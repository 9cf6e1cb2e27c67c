"""What poles are made of, as far as the inductance of a coil is concerned.

A magnet answers small alternating fields with its recoil permeability, steel with its initial
permeability. Neither is a quantity that makers promise, so each comes with how far to trust it.
"""

import re
from collections.abc import Mapping
from dataclasses import dataclass
from types import MappingProxyType
from typing import Final

from service.physics.arguments import non_negative, positive
from service.physics.magnet import GRADES, MagnetGrade

DEFAULT_MATERIAL: Final = "alnico 5"


@dataclass(frozen=True, slots=True)
class PoleMaterial:
    """A material of rods, screws and slugs.

    Attributes:
        name: as the shop calls it.
        susceptibility: relative permeability - 1 for small alternating fields.
        susceptibility_uncertainty: its relative standard uncertainty.
        conductivity: S/m.
        conductivity_uncertainty: its relative standard uncertainty.
        grade: the magnet grade; none for soft material.
    """

    name: str
    susceptibility: float
    susceptibility_uncertainty: float
    conductivity: float
    conductivity_uncertainty: float
    grade: MagnetGrade | None = None

    def __post_init__(self) -> None:
        if not isinstance(self.name, str) or not self.name.strip():
            raise ValueError(f"name must be a text that is not empty, got {self.name!r}")
        non_negative("susceptibility", self.susceptibility)
        positive("susceptibility_uncertainty", self.susceptibility_uncertainty)
        non_negative("conductivity", self.conductivity)
        positive("conductivity_uncertainty", self.conductivity_uncertainty)


# Relative standard uncertainty of recoil permeability - 1, judged from the spread of sources:
# alnico 5 is given as 3.6 to 4.3, alnico 8 as 2.0 to 3.6, ferrites as 1.05 to 1.3, NdFeB as 1.05
# and SmCo as 1.03 to 1.1. Sources hardly agree on alnico 4 in any property.
_RECOIL_UNCERTAINTY: Final = {
    "alnico 2": 0.10,
    "alnico 3": 0.10,
    "alnico 4": 0.30,
    "alnico 5": 0.12,
    "alnico 8": 0.40,
    "ferrite": 0.60,
    "NdFeB": 0.40,
    "SmCo": 0.40,
}
_CONDUCTIVITY_UNCERTAINTY: Final = 0.20

# Soft materials, from memory of handbook tables (initial permeability of cold-rolled low-carbon
# steel 180, of commercially pure annealed iron 200 to 500): it varies two to one with cold work
# and heat treatment, and screws and slugs come without a certificate. Resistivity 0.15 to
# 0.18 microohm metre for low-carbon steel, 0.10 for pure iron. A plated or stainless screw of
# austenitic steel would be nearly air; brass stands for any non-magnetic conductor.
_SOFT: Final = (
    PoleMaterial("steel", 180.0, 0.40, 6.0e6, 0.15),
    PoleMaterial("soft iron", 300.0, 0.50, 9.5e6, 0.10),
    PoleMaterial("brass", 0.0, 0.50, 1.5e7, 0.15),
)


def _of_grade(grade: MagnetGrade) -> PoleMaterial:
    trust = next(u for family, u in _RECOIL_UNCERTAINTY.items() if grade.name.startswith(family))
    return PoleMaterial(
        grade.name,
        grade.recoil_permeability - 1.0,
        trust,
        grade.conductivity,
        _CONDUCTIVITY_UNCERTAINTY,
        grade,
    )


POLE_MATERIALS: Final[Mapping[str, PoleMaterial]] = MappingProxyType(
    {one.name: one for one in (*map(_of_grade, GRADES.values()), *_SOFT)}
)


def _plain(name: str) -> str:
    return re.sub(r"[\W_]+", "", name).lower()


_BY_PLAIN_NAME: Final = {_plain(name): one for name, one in POLE_MATERIALS.items()}


def pole_material(name: str) -> PoleMaterial:
    """Return the pole material of that name, spelt with any case, spaces or hyphens.

    Raises:
        ValueError: there is no such material; the message lists those there are.
    """
    if not isinstance(name, str):
        raise ValueError(f"name must be a text like 'alnico 5' or 'steel', got {name!r}")
    plain = _plain(name)
    found = _BY_PLAIN_NAME.get(plain) or _BY_PLAIN_NAME.get("ndfeb" + plain)
    if found is None:
        raise ValueError(f"name must be one of {', '.join(POLE_MATERIALS)}, got {name!r}")
    return found
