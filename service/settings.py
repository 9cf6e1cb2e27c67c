"""Settings from the environment: every name starts with ``COILWRIGHT_``.

What belongs to the workshop and not to the machine it runs on (its name, its time zone, its
rules) is kept in the database, in the subject ``shop``.
"""

from pathlib import Path

from pydantic import Field
from pydantic_settings import BaseSettings, SettingsConfigDict


class Settings(BaseSettings):
    model_config = SettingsConfigDict(env_prefix="COILWRIGHT_", extra="ignore")

    data_folder: Path = Field(
        default=Path("coilwright-data"),
        description="Folder of the embedded database.",
    )
    database_url: str | None = Field(
        default=None,
        description="SQLAlchemy URL; unset means SQLite in the data folder. "
        "PostgreSQL: postgresql+psycopg://user@host/name",
    )
    read_database_url: str | None = Field(
        default=None, description="A PostgreSQL replica for reports; unset means the same database."
    )
    host: str = Field(default="127.0.0.1", description="Address to listen on.")
    port: int = Field(default=8477, ge=0, le=65535, description="Port to listen on; 0 picks one.")
    https: bool = Field(
        default=False,
        description="Set where people reach the service through TLS: sign-in cookies are then "
        "marked Secure.",
    )
    body_limit_bytes: int = Field(
        default=1_048_576, ge=1024, description="Longest request body, bytes."
    )
    body_seconds: float = Field(
        default=20.0, gt=0, description="Longest time that a request body may take to arrive."
    )

    def url(self) -> str:
        """The database URL that holds: the one set, else SQLite in the data folder."""
        if self.database_url:
            return self.database_url
        return f"sqlite:///{self.data_folder.resolve() / 'coilwright.db'}"
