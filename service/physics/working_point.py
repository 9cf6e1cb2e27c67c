"""Where the magnets of a coil work, and the flux density at the top of each pole.

A magnet rod is solved on its own demagnetising curve, in its own field and in that of its
neighbours. Steel poles over a bar magnet are magnetised by the bar's field.
"""

import math
from collections.abc import Sequence
from dataclasses import dataclass
from typing import Final

import numpy as np
import numpy.typing as npt
import scipy

from service.physics.arguments import non_negative
from service.physics.bar_magnet import BarMagnet
from service.physics.constants import MAGNETIC_CONSTANT
from service.physics.demagnetisation import DemagnetisationCurve, demagnetisation_curve
from service.physics.magnet import MagnetGrade
from service.physics.magnet_rod import magnet_rod
from service.physics.poles import Pole
from service.physics.rod_charges import charge_at
from service.physics.rod_coupling import RodGroup
from service.physics.rod_field import RodPlace
from service.physics.rod_mesh import Floats, RodShape
from service.physics.rods import RodModes, rod_modes

_COARSENESS: Final = 2.0
_ROUNDS: Final = 30
_SETTLED: Final = 1e-4
_AZIMUTHS: Final = 12
_CHARGE_NODES: Final = 4

Rings = slice | npt.NDArray[np.bool_]

# Relative standard uncertainty, judged: remanence and coercivity of cast alnico spread by 7 %
# between sources, the shape of the curve near the knee, bevelled edges and the state in which a
# rod was left by handling come on top. Rare earths and ferrite keep their line; their remanence is
# known to 3 %. A bar under steel poles: gaps of paper and glue, and the bar's own curve.
_UNCERTAINTY_CURVED: Final = 0.15
_UNCERTAINTY_RIGID: Final = 0.05
_UNCERTAINTY_BAR: Final = 0.30


@dataclass(frozen=True, slots=True)
class PoleFlux:
    """Flux densities at the pole tops.

    Attributes:
        values: in T, along the axis, positive upward, in the order of the poles.
        relative_uncertainty: standard, of each value.
    """

    values: tuple[float, ...]
    relative_uncertainty: float


def magnet_pole_flux(
    poles: Sequence[Pole],
    grades: Sequence[MagnetGrade],
    distance: float = 0.0,
    polarities: Sequence[int] | None = None,
) -> PoleFlux:
    """Return the flux density in air over the top of each magnet rod.

    Args:
        poles: the rods; their susceptibility is not looked at.
        grades: of each rod.
        distance: from the top face up the axis, m; 0 is the face itself.
        polarities: 1 for a rod with its north pole up, -1 for south up; none means all north up.

    Returns:
        Flux densities in T, with an uncertainty.

    Raises:
        ValueError: a count, a polarity or the distance is impossible.

    Axisymmetric in each rod (finite elements inside, surface charge outside), mean field between
    rods; the magnet is taken as fully magnetised and then left in its own field. A rigid magnet
    without recoil meets the closed form of `axial_flux_density` to 1e-4; for alnico rods the mesh
    costs 1 %. For alnico the curve is
    the largest doubt; see `demagnetisation_curve`. Edges are square and no keeper is near.
    """
    up = non_negative("distance", distance)
    signs = _signs(poles, grades, polarities)
    places = [pole.place for pole in poles]
    shapes = [RodShape(p.length / p.radius, coarseness=_COARSENESS) for p in places]
    curves = [demagnetisation_curve(grade) for grade in grades]
    amplitudes = _work_together(places, shapes, curves, signs)
    values = _at_tops(places, shapes, amplitudes, up)
    curved = any(curve.fullness is not None for curve in curves)
    return PoleFlux(values, _UNCERTAINTY_CURVED if curved else _UNCERTAINTY_RIGID)


def pole_flux_over_bar(poles: Sequence[Pole], bar: BarMagnet, distance: float = 0.0) -> PoleFlux:
    """Return the flux density in air over the top of each soft pole on a bar magnet.

    Args:
        poles: rods or screws above the bar; their susceptibility counts.
        bar: see its `across` for the two usual ways; turn the answer's sign for south up.
        distance: from the top face up the axis, m.

    Returns:
        Flux densities in T, with an uncertainty.

    Raises:
        ValueError: the distance is impossible, or a pole reaches into the bar.

    The bar is magnetised evenly, on its curve, against its own mean demagnetising field and with
    the mean field that the poles send back. Poles answer linearly (no saturation) and
    axisymmetrically. Where poles touch the bar the even magnetisation is the largest error: about
    a fifth.
    """
    up = non_negative("distance", distance)
    places = [pole.place for pole in poles]
    for index, place in enumerate(places):
        bottom, top = place.offset - 0.5 * place.length, place.offset + 0.5 * place.length
        deep = min(top, bar.top) - max(bottom, bar.top - bar.thickness)
        beside_x = abs(place.x - bar.x) >= 0.5 * bar.length + place.radius
        beside_y = abs(place.y - bar.y) >= 0.5 * bar.width + place.radius
        if deep > 1e-9 * bar.thickness and not beside_x and not beside_y:
            raise ValueError(
                f"poles must not reach into the bar: pole {index} does, {deep!r} m deep"
            )
    shapes = [RodShape(p.length / p.radius, coarseness=_COARSENESS) for p in places]
    drives = [_bar_drive(bar, *pair) for pair in zip(places, shapes, strict=True)]
    answers = [
        rod_modes(shape).static_answer(pole.susceptibility)
        for shape, pole in zip(shapes, poles, strict=True)
    ]
    amplitudes = [
        np.asarray(a, dtype=np.float64) for a in RodGroup(places, shapes).solve(drives, answers)
    ]
    # What the poles send back into the bar, by reciprocity.
    returned = sum(
        p.radius**3 * float(d @ a) for p, d, a in zip(places, drives, amplitudes, strict=True)
    )
    kept = bar.demagnetising_factor() - returned / bar.volume
    magnetisation = _on_load_line(demagnetisation_curve(bar.grade), kept)
    tops = np.array([(p.x, p.y, p.offset + 0.5 * p.length + up) for p in places]).reshape(-1, 3)
    own = MAGNETIC_CONSTANT * bar.field(tops)[:, 2]
    poles_part = _at_tops(places, shapes, amplitudes, up)
    values = tuple(magnetisation * (float(a) + b) for a, b in zip(own, poles_part, strict=True))
    return PoleFlux(values, _UNCERTAINTY_BAR)


def _signs(
    poles: Sequence[Pole], grades: Sequence[MagnetGrade], polarities: Sequence[int] | None
) -> list[int]:
    if len(grades) != len(poles):
        raise ValueError(f"grades must hold {len(poles)} values, got {len(grades)}")
    signs = [1] * len(poles) if polarities is None else list(polarities)
    if len(signs) != len(poles):
        raise ValueError(f"polarities must hold {len(poles)} values, got {len(signs)}")
    for sign in signs:
        if sign not in (1, -1):
            raise ValueError(f"polarities must be 1 or -1, got {sign!r}")
    return signs


def _work_together(
    places: Sequence[RodPlace],
    shapes: Sequence[RodShape],
    curves: Sequence[DemagnetisationCurve],
    signs: Sequence[int],
) -> list[Floats]:
    """Return each rod's outer amplitudes when all have settled in each other's field."""
    group = RodGroup(places, shapes)
    rods = [magnet_rod(shape) for shape in shapes]
    drives = [np.zeros(len(rod.modes.factors)) for rod in rods]
    fluxes: list[Floats | None] = [None] * len(rods)
    amplitudes: list[Floats] = []
    for _ in range(_ROUNDS):
        before, amplitudes = amplitudes, []
        known: dict[tuple[object, ...], tuple[Floats, Floats]] = {}
        for i, (rod, curve, sign) in enumerate(zip(rods, curves, signs, strict=True)):
            # Rods in mirrored places see the same field, but for rounding.
            applied = np.round(sign * drives[i] / curve.coercivity, 9)
            key = (shapes[i], curve, applied.tobytes())
            if key not in known:
                flux = rod.magnetise(curve, sign * drives[i], fluxes[i])
                known[key] = flux, rod.outer_amplitudes(flux, sign * drives[i])
            fluxes[i] = known[key][0]
            amplitudes.append(sign * known[key][1])
        if not group.rings or _settled(before, amplitudes):
            return amplitudes
        drives = [np.asarray(d, dtype=np.float64) for d in group.received(group.charge(amplitudes))]
    raise ArithmeticError("no common working point of the magnets found")


def _settled(before: Sequence[Floats], now: Sequence[Floats]) -> bool:
    if not before:
        return False
    return all(
        float(np.linalg.norm(a - b)) <= _SETTLED * float(np.linalg.norm(b))
        for a, b in zip(before, now, strict=True)
    )


def _at_tops(
    places: Sequence[RodPlace],
    shapes: Sequence[RodShape],
    amplitudes: Sequence[Floats],
    distance: float,
) -> tuple[float, ...]:
    """Flux density of all rods' charge over the top of each, T."""
    sources = [
        _Source(place, rod_modes(shape), amplitude)
        for place, shape, amplitude in zip(places, shapes, amplitudes, strict=True)
    ]
    values = []
    for i, place in enumerate(places):
        height = place.offset + 0.5 * place.length + distance
        total = sources[i].over_own_face(distance)
        for j, source in enumerate(sources):
            if j != i:
                apart = math.hypot(places[j].x - place.x, places[j].y - place.y)
                total += source.beside(apart, height)
        values.append(MAGNETIC_CONSTANT * total)
    return tuple(values)


class _Source:
    """The surface charge of a magnetised rod, in rings."""

    def __init__(self, place: RodPlace, modes: RodModes, amplitude: Floats) -> None:
        self._place = place
        self._mesh = modes.mesh
        psi = modes.shapes @ amplitude
        self._psi: Floats = self._mesh.gather @ psi
        radius, level, per_unknown = charge_at(self._mesh, _CHARGE_NODES)
        self._radius, self._level, self._charge = radius, level, per_unknown @ psi

    def beside(self, apart: float, height: float) -> float:
        """Axial field at a distance from the rod's axis and a height of the coil, m."""
        above = (height - self._place.offset) / self._place.radius
        return self._of_rings(apart / self._place.radius, above, slice(None))

    def over_own_face(self, distance: float) -> float:
        """Axial field on the rod's own axis, at its top face or over it, m."""
        mesh = self._mesh
        over = distance / self._place.radius
        lower = np.repeat(~mesh.is_upper, _CHARGE_NODES)
        total = self._of_rings(0.0, mesh.half + over, lower)
        # On the upper face the charge over rho^2 is linear in each element: integrated exactly.
        first, middle, last = self._psi.reshape(-1, 3)[mesh.is_upper].T
        start, stop = mesh.start[mesh.is_upper], mesh.stop[mesh.is_upper]
        half = 0.5 * (stop - start)
        slope_1 = (first - 2.0 * middle + last) / half**2
        slope_0 = (last - first) / (2.0 * half) - slope_1 * 0.5 * (start + stop)
        near, far = np.sqrt(stop + over * over), np.sqrt(start + over * over)
        # Over the middle of the face height / distance goes to 1 as both vanish.
        flat = np.divide(over, near, out=np.ones_like(near), where=near > 0.0) - over / far
        rising = over * (far - near) - over * over * flat
        return total + float(np.sum(slope_0 * flat + slope_1 * rising))

    def _of_rings(self, apart: float, above: float, which: Rings) -> float:
        """Axial field at a place in radii of the rod, averaged over a circle around its axis."""
        radius, up = self._radius[which], above - self._level[which]
        angle = (np.arange(_AZIMUTHS) + 0.5) * (2.0 * math.pi / _AZIMUTHS)
        square = radius**2 + apart**2 + up**2
        reach = square[:, None] - 2.0 * apart * radius[:, None] * np.cos(angle)
        field = self._charge[which] * up * np.mean(reach**-1.5, axis=1)
        return float(np.sum(field) / (4.0 * math.pi))


def _bar_drive(bar: BarMagnet, place: RodPlace, shape: RodShape) -> Floats:
    """What the bar drives in a rod, for a magnetisation of one."""
    modes = rod_modes(shape)
    angle = (np.arange(_AZIMUTHS) + 0.5) * (2.0 * math.pi / _AZIMUTHS)
    rho = place.radius * modes.load_radius[:, None]
    points = np.empty((len(modes.load_radius), _AZIMUTHS, 3))
    points[..., 0] = place.x + rho * np.cos(angle)
    points[..., 1] = place.y + rho * np.sin(angle)
    points[..., 2] = place.offset + place.radius * modes.load_height[:, None]
    field = bar.field(points)
    radial = np.mean(field[..., 0] * np.cos(angle) + field[..., 1] * np.sin(angle), axis=1)
    return modes.drive(radial, np.mean(field[..., 2], axis=1))


def _on_load_line(curve: DemagnetisationCurve, factor: float) -> float:
    """Return the magnetisation at which the curve meets H = -factor M, A/m."""
    full = curve.remanence / MAGNETIC_CONSTANT

    def apart(flux: float) -> float:
        field = float(curve.field(np.array([flux]))[0][0])
        return field + factor * (flux - field)

    flux = float(scipy.optimize.brentq(apart, -full, 2.0 * full))
    return flux - float(curve.field(np.array([flux]))[0][0])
________________
Exercise brief: Above are the records. Copy the lines beginning at the one that has "from service.physics.magnet import MagnetGrade" and ending with the one that has "values: tuple[float, ...]", unchanged.

Reply:
from service.physics.magnet import MagnetGrade
from service.physics.magnet_rod import magnet_rod
from service.physics.poles import Pole
from service.physics.rod_charges import charge_at
from service.physics.rod_coupling import RodGroup
from service.physics.rod_field import RodPlace
from service.physics.rod_mesh import Floats, RodShape
from service.physics.rods import RodModes, rod_modes

_COARSENESS: Final = 2.0
_ROUNDS: Final = 30
_SETTLED: Final = 1e-4
_AZIMUTHS: Final = 12
_CHARGE_NODES: Final = 4

Rings = slice | npt.NDArray[np.bool_]

# Relative standard uncertainty, judged: remanence and coercivity of cast alnico spread by 7 %
# between sources, the shape of the curve near the knee, bevelled edges and the state in which a
# rod was left by handling come on top. Rare earths and ferrite keep their line; their remanence is
# known to 3 %. A bar under steel poles: gaps of paper and glue, and the bar's own curve.
_UNCERTAINTY_CURVED: Final = 0.15
_UNCERTAINTY_RIGID: Final = 0.05
_UNCERTAINTY_BAR: Final = 0.30


@dataclass(frozen=True, slots=True)
class PoleFlux:
    """Flux densities at the pole tops.

    Attributes:
        values: in T, along the axis, positive upward, in the order of the poles.
        relative_uncertainty: standard, of each value.
    """

    values: tuple[float, ...]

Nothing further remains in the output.